Appendix A Qualitative Examples

a.1 Comparison with MCN and MLLC

In Figure 7, we provide examples of challenging instances from Tempo-HL and DiDeMo, and show the temporal segment chosen by our model compared to prior work. Our model reliably localizes difficult queries that are missed by both MCN [7] and MLLC [8].

a.2 Examples of Compositional Grounding

In Figure 8, we provide examples of instances from Tempo-HL and DiDeMo, and show the temporal segments that we identify as sub-events. We show that CTG-Net identifies sensible sub-events, and later uses these to create a final grounding.

a.3 Examples Before and After Refinement

In Figure 9, we provide examples of instances from Tempo-HL and DiDeMo, grounded using CTG-Net before and after the refinement step. Refinement improves groundings.

Appendix B Dependency Parser

b.1 Example Segmentations

In Figure 10, we show examples of sub-events identified by CTG-Net with the parser approach. This model identifies sensible sub-events, which can each be grounded in the video.

b.2 Distribution of Sub-Events

In Figure 11, we show the distribution of the number of sub-events identified by the parser in each of the three datasets: DiDeMo, Tempo-TL, and Tempo-HL.
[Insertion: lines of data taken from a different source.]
def check_capacity_value(s: Scenario, value, path: str) -> None:
    """A capacity is a whole number of units: at least 1, or a table by time of whole
    numbers (0 closes the resource for a period) that is somewhere at least 1."""
    if isinstance(value, float):
        if not value.is_integer() or value < 1:
            raise ScenarioError(path, f"must be a whole number of units, at least 1, got "
                                      f"{show(value)}")
        return
    if value in s.tables:
        table = s.tables[value]
        if table.by != "time" or table.attribute is not None:
            raise ScenarioError(path, f"table {value!r} is by {table.axis_words}; a capacity by period "
                                      "needs a table by time")
        for i, x in enumerate(table.values):
            if isinstance(x, str):
                raise ScenarioError(f"tables.{value}.values[{i}]", f"names the parameter {x!r}, "
                                    f"but the table is the capacity at {path}, a count of units "
                                    "that no analysis varies; give the whole number")
            if not x.is_integer():
                raise ScenarioError(f"tables.{value}.values[{i}]", f"{show(x)} is not a whole "
                                    f"number of units (the table is the capacity at {path})")
        if max(table.values) < 1:
            raise ScenarioError(f"tables.{value}.values", f"are all 0, so the resource at {path} "
                                "never has a unit; give at least one period a capacity of 1 or more")
        return
    parameter = s.parameters[value]
    if parameter.distribution is not None and parameter.distribution.family != "fixed":
        raise ScenarioError(f"parameters.{value}.distribution", f"a capacity (used at {path}) "
                            "is a count of units; give it without a distribution")
    check_capacity_value(s, parameter.value, f"parameters.{value}.value")
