def population_text(population: str) -> str:
    text = MINIMAL.replace("{value}", 'probability = 0.5\neffects = [{ attribute = "sex", '
                                      'level = "m", hazard_ratio = 1.2 }]\n\n[[transitions]]\n'
                                      'from = "a"\nto = "a"\nprobability = "remainder"')
    return text.replace("shares = { a = 1 }", "shares = { a = 1 }\n") + population


def test_file_population_reads_only_the_header(tmp_path):
    pd.DataFrame({"age": [50, 60], "sex": ["m", "f"], "w": [1.0, 2.0]}).to_csv(
        tmp_path / "patients.csv", index=False)
    path = tmp_path / "scenario.toml"
    path.write_text(population_text('\n[population]\npatients = 10\nfile = "patients.csv"\n'
                                    'weights = "w"\n[[population.derived]]\nname = "band"\n'
                                    'from = "age"\nedges = [0, 55]\nlabels = ["young", "old"]\n'))
    pop = read_scenario(path).population
    assert pop.file == tmp_path / "patients.csv" and pop.weights == "w"
    assert pop.attributes == () and pop.derived[0].source == "age"


def test_parquet_population(tmp_path):
    pd.DataFrame({"sex": ["m", "f"]}).to_parquet(tmp_path / "people.parquet")
    path = tmp_path / "scenario.toml"
    path.write_text(population_text('\n[population]\npatients = 3\nfile = "people.parquet"\n'))
    assert read_scenario(path).population.file.name == "people.parquet"


def test_normal_attribute_without_truncation_gets_infinite_bounds():
    s = parse_scenario(population_text(
        '\n[population]\npatients = 2\n[[population.attributes]]\nname = "sex"\n'
        'distribution = "categorical"\nlevels = ["f", "m"]\nshares = [0.5, 0.5]\n'
        '[[population.attributes]]\nname = "height"\ndistribution = "normal"\nmean = 170\nsd = 10\n'))
    height = s.population.attributes[1]
    assert height.params["lower"] == -math.inf and height.params["upper"] == math.inf


def test_derived_bands_may_open_at_minus_infinity():
    s = parse_scenario(population_text(
        '\n[population]\npatients = 2\n[[population.attributes]]\nname = "sex"\n'
        'distribution = "categorical"\nlevels = ["f", "m"]\nshares = [0.5, 0.5]\n'
        '[[population.attributes]]\nname = "height"\ndistribution = "normal"\nmean = 170\nsd = 10\n'
        '[[population.derived]]\nname = "tall"\nfrom = "height"\nedges = [-inf, 180]\n'
        'labels = ["no", "yes"]\n'))
    assert s.population.derived[0].edges == (-math.inf, 180.0)


@pytest.mark.parametrize("section_name, old, new", [("population", "size", "patients"),
                                                    ("uncertainty", "patients", "patients_per_draw")])
def test_a_renamed_key_is_refused_with_its_new_name(section_name, old, new):
    text = scenario_text(horizon(5), start(well=1.0), state("well"), state("dead", absorbing=True),
                         rate("well", "dead", 0.1), section(section_name, **{old: 10}))
    assert_refused(text, f"{section_name}.{old}", f"is now called {new!r}")


# ------------------------------------------------------------------------ negative ages

def aged(age: dict, *blocks: str, reads: str = "clock") -> str:
    """A rate model whose patients' age comes from `age`, read by a hazard on the age clock,
    a table by age, an effect of age, or (reads="nothing") by nothing."""
    death = {"clock": dict(hazard=dict(family="gompertz", rate=0.001, shape=0.08), clock="age"),
             "table": dict(rate="by_age"), "effect": dict(rate=0.02, effects=[effect("age", 1.03)]),
             "nothing": dict(rate=0.02)}[reads]
    return scenario_text(
        horizon(10), start(well=1.0), state("well", utility=1), state("dead", absorbing=True),
        transition("well", "dead", **death),
        table("by_age", by="age", starts=[0, 50], values=[0.01, 0.05]) if reads == "table" else "",
        population(200, attribute("age", **age)), *blocks, title="negative ages")


def age_warnings(text: str) -> list[str]:
    return [w for w in parse_scenario(text).warnings if w.startswith("population.attributes.age")]


@pytest.mark.parametrize("reads, where", [("clock", "transitions.well->dead.clock"),
                                          ("table", "tables.by_age"),
                                          ("effect", "transitions.well->dead.effects[0]")])
def test_an_age_that_a_normal_can_draw_below_0_is_a_warning_with_its_share(reads, where):
    # the share below 0 of Normal(5, 10) is scipy.stats.norm.cdf(-0.5) = 0.309 (reference)
    share = stats.norm.cdf(0, loc=5, scale=10)
    assert age_warnings(aged(dict(distribution="normal", mean=5, sd=10), reads=reads)) == [
        f"population.attributes.age: a share of {share:.3g} of the patients start at a "
        f"negative age (a normal with no lower), which {where} reads; give lower = 0"]


def test_the_share_below_0_of_a_truncated_normal_and_a_uniform_is_scipys():
    # references: scipy.stats.truncnorm for a normal with lower = -10, scipy.stats.uniform
    # for a uniform from -2 to 8 (a share of 0.2)
    truncated = stats.truncnorm((-10 - 5) / 10, math.inf, loc=5, scale=10).cdf(0)
    assert age_warnings(aged(dict(distribution="normal", mean=5, sd=10, lower=-10))) == [
        f"population.attributes.age: a share of {truncated:.3g} of the patients start at a "
        "negative age (a normal with lower = -10), which transitions.well->dead.clock reads; "
        "give lower = 0"]
    uniform = stats.uniform(-2, 10).cdf(0)
    assert [w.split(" of the")[0] for w in age_warnings(aged(dict(
        distribution="uniform", lower=-2, upper=8)))] == [
        f"population.attributes.age: a share of {uniform:.3g}"]


def test_the_warned_share_is_the_share_of_drawn_patients_below_0():
    # 20,000 drawn ages against the warned share, binomial SE (common practice), |z| < 4
    s = parse_scenario(aged(dict(distribution="normal", mean=5, sd=10, upper=30)))
    share = float(s.warnings[0].split("a share of ")[1].split(" ")[0])
    ages = draw_population(replace(s.population, size=20_000), 11)["age"].to_numpy()
    expected = stats.truncnorm(-math.inf, 2.5, loc=5, scale=10).cdf(0)  # scipy, to 3 digits
    assert share == float(f"{expected:.3g}")
    assert abs((ages < 0).mean() - expected) / math.sqrt(expected * (1 - expected) / len(ages)) < Z


def test_an_age_that_cannot_be_negative_or_that_nothing_reads_gives_no_warning():
    for age in (dict(distribution="normal", mean=5, sd=10, lower=0),
                dict(distribution="uniform", lower=0, upper=8),
                dict(distribution="gamma", shape=2, scale=3),
                dict(distribution="lognormal", meanlog=1, sdlog=1)):
        assert age_warnings(aged(age)) == [], age
    assert age_warnings(aged(dict(distribution="normal", mean=5, sd=10), reads="nothing")) == []


def test_an_effect_of_age_in_a_strategys_treatment_is_named_under_it():
    text = aged(dict(distribution="normal", mean=5, sd=10), strategy("usual", comparator=True),
                strategy("drug", events=[nested(name="flare", states=["well"], rate=0.5,
                                                effects=[effect("age", 1.05)])]),
                reads="nothing")
    assert [w.split("which ")[1] for w in age_warnings(text)] == [
        "strategies.drug.events.flare.effects[0] reads; give lower = 0"]


def test_run_and_validate_say_the_warning_before_the_work(tmp_path, capsys):
    path = tmp_path / "young.toml"
    path.write_text(scenario_text(
        horizon(3, cycle=1), start(well=1.0), state("well", utility=1),
        state("dead", absorbing=True), probability("well", "dead", "by_age"),
        probability("well", "well", "remainder"),
        table("by_age", by="age", starts=[0, 50], values=[0.01, 0.05]),
        population(20, attribute("age", distribution="normal", mean=5, sd=10)),
        title="negative ages"))
    for command in ("run", "validate"):
        assert main([command, str(path), "--patients", "20", "--out", str(tmp_path / "out")]) == 0
        err = capsys.readouterr().err
        assert "warning: population.attributes.age: a share of 0.309 of the patients start at a " \
               "negative age" in err, command
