def check_term(term: np.ndarray, attribute: str, risk: str) -> None:
    """Refuse a patient whose attribute makes a hazard ratio term larger than LARGEST in
    size (a lognormal attribute with a wide sdlog, say): exp of it overflows, and the
    patient's probabilities would be nan."""
    if term.size and not np.max(np.abs(term)) <= LOG_LARGEST:
        k = int(np.argmax(np.where(np.isnan(term), np.inf, np.abs(term))))
        raise ScenarioError(f"population.attributes.{attribute}",
                            f"a patient's {attribute} makes the hazard ratio on {risk!r} "
                            f"e^{term[k]:.4g}, beyond {LARGEST:g}: the attribute reaches far "
                            "outside the range its hazard ratio describes; bound it (a normal "
                            "with lower and upper, or a uniform) or narrow its spread")


def start_shares(logits: np.ndarray, possible: np.ndarray) -> np.ndarray:
    """Each patient's start shares: the multinomial logit softmax(logits) over the states
    with a start share (McFadden 1974, "Conditional logit analysis of qualitative choice
    behavior"), shifted by each row's largest logit so that exp cannot overflow."""
    logits = np.where(possible, logits, -np.inf)
    weights = np.exp(logits - logits.max(axis=1, keepdims=True))
    return weights / weights.sum(axis=1, keepdims=True)
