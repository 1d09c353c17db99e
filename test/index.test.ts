import { describe, expect, it } from 'vitest';
import * as api from '../src/index.js';

/**
 * The public library API (src/index.ts), pinned: adding or removing an export is a deliberate
 * change to this list. Engineers append exports to src/index.ts; the lead updates this list last.
 */
const EXPORTS = [
  'CAUTIONS', 'CHAT_TABLE_FIELDS', 'DEFAULT_DIARY_DATE_FORMAT', 'DEFAULT_DIARY_HEADING',
  'DEFAULT_MIN_LAG_PAIRS', 'DEFAULT_SEED', 'DEFAULT_TIME_OPTIONS', 'DEFAULT_VALIDATE_OPTIONS',
  'ENGLISH_FUNCTION_WORDS', 'IMPORT_FORMATS', 'LEXICON_EXTENSION', 'LEXICON_SIGNATURE',
  'LexichronError', 'MIN_PSEUDONYM_KEY_BYTES', 'OVERRIDES_EXTENSION', 'OVERRIDES_SIGNATURE',
  'PSEUDONYM_KEY_ENV', 'REDACTION_TOKENS', 'REPORT_CAUTIONS', 'SEEDS_SIGNATURE', 'TERM_AUDIT_FILES',
  'TOOL_VERSION', 'TOP_TERMS_COLUMNS', 'TokenKind', 'VERDICT_THRESHOLDS', 'WORDNET_FILE_SUFFIX',
  'WORDNET_LICENSE', 'addSeriesEntry', 'alignRatingsToBins', 'alignRatingsToWindows',
  'analyseDynamics', 'analysePair', 'applyLexiconOverrides', 'autoWorkers', 'betweenPersonCorrelation',
  'binsPerPerson', 'buildManifest', 'buildPersonSeries', 'buildReportData', 'buildSeedLexicon',
  'buildZoneTable', 'bundledLexiconNames', 'categoryScore', 'chatStampTime', 'cholesky',
  'chooseEmbeddingDimension', 'clusterBootstrap', 'compileDiaryHeading', 'compileLexicon',
  'convergentCrossMapping', 'correlationFromMoments', 'createBatchScores', 'createBurstMerger',
  'createDeduplicator', 'createPersonRowFilter', 'createPseudonymizer', 'createRedactor', 'createScorePool',
  'createSeriesState', 'cronbachAlpha', 'dataPackage', 'decodeTextLine', 'decodeWindows1252',
  'defaultStudyStages', 'delayEmbedding', 'diffLexicons', 'draftLexicon', 'dropTopTerms',
  'dynamicsStage', 'dynamicsTables', 'emptyImportReconciliation', 'entryLine', 'entryScoreColumns',
  'entryScoreFromRecord', 'entryTime', 'exitCodeFor', 'fCdf', 'fQuantile', 'fisherInterval',
  'forgetPerson', 'formatFromPath', 'formatLocal', 'formatUtc', 'groupBy', 'hitContributions',
  'importEntries', 'importReconciliationText', 'inferTableResource', 'inflectedForms', 'inputError',
  'intraclassCorrelation', 'isMboxSeparator', 'isNumber', 'isValidZone', 'isWildcard', 'itemAlpha',
  'keptText', 'kwicSnippet', 'lag1AutocorrelationAcf', 'lag1AutocorrelationPearson', 'lexiconHash',
  'linearMixedModel', 'loadLexicons', 'locateReportFiles', 'mailHeader', 'matchLexicon', 'mean',
  'minimizeNelderMead', 'minimizeScalar', 'moments', 'mssd', 'normalCdf', 'normalQuantile', 'normalTwoSidedP',
  'normalizeAddress', 'normalizeForDuplicates', 'normalizeSender', 'normsToLexicon', 'notEstimable',
  'oneWayIntraclassCorrelation', 'openImportSource', 'openWordNet', 'pairVerdict', 'parseAddressList',
  'parseBinSpec', 'parseChatLine', 'parseClockTime', 'parseColumnMapping', 'parseExcludedHours',
  'parseInstant', 'parseLexicon', 'parseLexiconOverrides', 'parseMailDate', 'parseMailMessage',
  'parseRatingScales', 'parseSeedFile', 'parseSeriesCsv', 'parseStudy', 'parseWordnetDataLine',
  'parseWordnetIndexLine', 'pearsonCorrelation', 'perPersonCorrelations', 'personMeans', 'personMentionPattern',
  'personVariableSummary', 'pooledVar1', 'positivePmi', 'pseudonymizePerson', 'quantile', 'random',
  'randomInteger', 'randomSlopeMixedModel', 'randomSlopeTest', 'ratingColumns', 'ratingValues', 'readByteLines', 'readChatLines', 'readChatTable',
  'readCorpus', 'readDecodedLines', 'readDiary', 'readEntries', 'readLexicon', 'readMailHeaders',
  'readMbox', 'readNamesFile', 'readPseudonymKey', 'readRatings', 'readRecords', 'readReportData',
  'readStudy', 'recordToEntry', 'removePersonFromJson', 'renderReport', 'repairMojibake',
  'repeatedMeasuresCorrelation', 'reservoir', 'reservoirAdd', 'resolveColumns', 'resolveWallClock',
  'runDynamics', 'runImport', 'runScore', 'runSeries', 'runStudy', 'runValidate', 'scoreColumns',
  'scoreEntry', 'scoreTextInto', 'scoreTexts', 'scoreVader', 'scoredEntryFrom', 'seedCooccurrence',
  'serializeLexicon', 'seriesBinFromRecord', 'seriesScoreColumns', 'settleDateOrder', 'shuffle',
  'simplexForecast', 'spearmanBrown', 'spearmanBrownFactor', 'splitByteLines',
  'splitHalfReliability', 'splitMbox', 'standardDeviation', 'stripMailQuotes', 'studentTCdf',
  'studentTQuantile', 'studentTTwoSidedP', 'studyInput', 'suggestTerms', 'suggestionReasonText',
  'tableFile', 'tableResource', 'tallyImportItem', 'termAuditFiles', 'termAuditor', 'termReliability',
  'timeWindow', 'tokenOffsets', 'tokenize', 'tokenizeEnglish', 'tokenizeSegmenter', 'topTerms', 'usageError',
  'validateSeries', 'validateStage', 'var1', 'variance', 'wordCountReliability', 'wordnetDictDir',
  'wordnetKey', 'wordnetPartsOfSpeech', 'wordnetRelatedLemmas', 'writeReport', 'writeStudyAudit',
  'writeTermAudit', 'zoneAtInstant', 'zoneOffset', 'zoneOnLocalDate'
];

describe('public API (src/index.ts)', () => {
  it('exports exactly the pinned list of runtime names, in sorted order', () => {
    const actual = Object.keys(api).sort();
    const added = actual.filter((n) => !EXPORTS.includes(n));
    const removed = EXPORTS.filter((n) => !actual.includes(n));
    expect({ added, removed }, 'update EXPORTS in test/index.test.ts when the API changes on purpose').toEqual({ added: [], removed: [] });
    expect(actual).toEqual([...EXPORTS].sort());
  });

  it('exports the series and study entry points', () => {
    for (const name of ['parseBinSpec', 'createSeriesState', 'addSeriesEntry', 'buildPersonSeries', 'runSeries', 'runStudy', 'parseStudy', 'dataPackage', 'buildManifest']) {
      expect(typeof (api as Record<string, unknown>)[name], name).not.toBe('undefined');
    }
  });
});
Figure 7: Example results from the Tempo-HL and DiDeMo training sets. We compare CTG-Net with the Bi-directional LSTM attention mechanism against results from MCN [7] and MLLC [8].
Figure 8: Example results of temporally grounded sub-events from Tempo-HL and DiDeMo. We CTG-Net model with the dependency parser, and show the individual temporal groundings before combination and refinement. The top 3 examples depict examples of accurate compositional groundings, and the bottom 2 depict incorrect groundings.
Figure 9: Example results of CTG-Net before and after the refinement step, shown on Tempo-HL and DiDeMo. In the top 3 examples, we see that the refinement step is able to improve the prediction. In the bottom example, we show a difficult case where the refinement process leads to incorrect predictions.
Figure 10: Example sub-event segmentations produced by the dependency parser.
Figure 11: Distribution of number of sub-events in DiDeMo (left), Tempo-TL (middle) and Tempo-HL (right), as identified by our dependency parser approach. DiDeMo queries are typically shorter and contain few sub-events. Tempo-TL and Tempo-HL are strongly biased towards two sub-events per query.